§ Exercise: Lift every line from the entries that includes the word "useState".

■ ■ ■ ■

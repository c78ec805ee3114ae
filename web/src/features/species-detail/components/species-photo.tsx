import { useWords } from '../../../lib/i18n/index.js';
import { useTranslation } from 'react-i18next';
import { makeStyles, tokens } from '@fluentui/react-components';
import { PHOTO_LICENCE_WORDS, PHOTO_SIZES } from '@homeground/shared';
import { useState } from 'react';
import { speciesPhotoUrl, type SpeciesDetail } from '../../../api/species/species.api.js';
import { hgTokens } from '../../../theme/index.js';
import { PlantDrawing } from './plant-drawing.js';

const useStyles = makeStyles({
  figure: { margin: 0 },
  frame: {
    aspectRatio: '4 / 3',
    width: '100%',
    borderRadius: tokens.borderRadiusXLarge,
    overflow: 'hidden',
    backgroundColor: hgTokens.hgColorPaper,
    border: `1px solid ${tokens.colorNeutralStroke2}`,
  },
  img: { display: 'block', width: '100%', height: '100%', objectFit: 'cover' },
  caption: {
    marginTop: tokens.spacingVerticalXS,
    fontSize: tokens.fontSizeBase200,
    color: tokens.colorNeutralForeground2,
  },
});

/** The species' photo at 800 px, or our drawing in its flower colour when there is none (or it fails). */
export function SpeciesPhoto({ species }: { species: SpeciesDetail }) {
  const styles = useStyles();
  const { t } = useTranslation('detail');
  const words = useWords();
  const [hasFailed, setFailed] = useState(false);
  const name = species.commonNames[0] ?? species.scientificName;
  const showPhoto = species.hasPhoto && !hasFailed;
  const colours = words.join(species.flowerColours.map((c) => words.flowerColour[c]));
  return (
    <figure className={styles.figure}>
      <div className={styles.frame}>
        {showPhoto ? (
          <img
            className={styles.img}
            src={speciesPhotoUrl(species.slug, PHOTO_SIZES.detail)}
            alt={t('header.photoAlt', { name, scientific: species.scientificName })}
            onError={() => setFailed(true)}
          />
        ) : (
          <PlantDrawing
            flowerColours={species.flowerColours}
            label={colours ? t('header.drawingColours', { colours }) : t('header.drawing')}
          />
        )}
      </div>
      <figcaption className={styles.caption}>
        {showPhoto && species.photoCredit ? (
          <>
            {name}.{' '}
            {t('header.photoCredit', {
              photographer: species.photoCredit.photographer,
              licence: PHOTO_LICENCE_WORDS[species.photoCredit.licence],
            })}{' '}
            (
            <a
              href={species.photoCredit.sourceUrl}
              rel="noopener noreferrer"
              target="_blank"
              aria-label={t('header.photoSourceLabel')}
            >
              {t('header.photoSource')}
            </a>
            ).
          </>
        ) : showPhoto ? (
          t('header.photoFromCatalogue', { name })
        ) : (
          t('header.noPhoto', { count: species.flowerColours.length })
        )}
      </figcaption>
    </figure>
  );
}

■ ■ ■ ■

§ Solution to this task:
import { useState } from 'react';
  const [hasFailed, setFailed] = useState(false);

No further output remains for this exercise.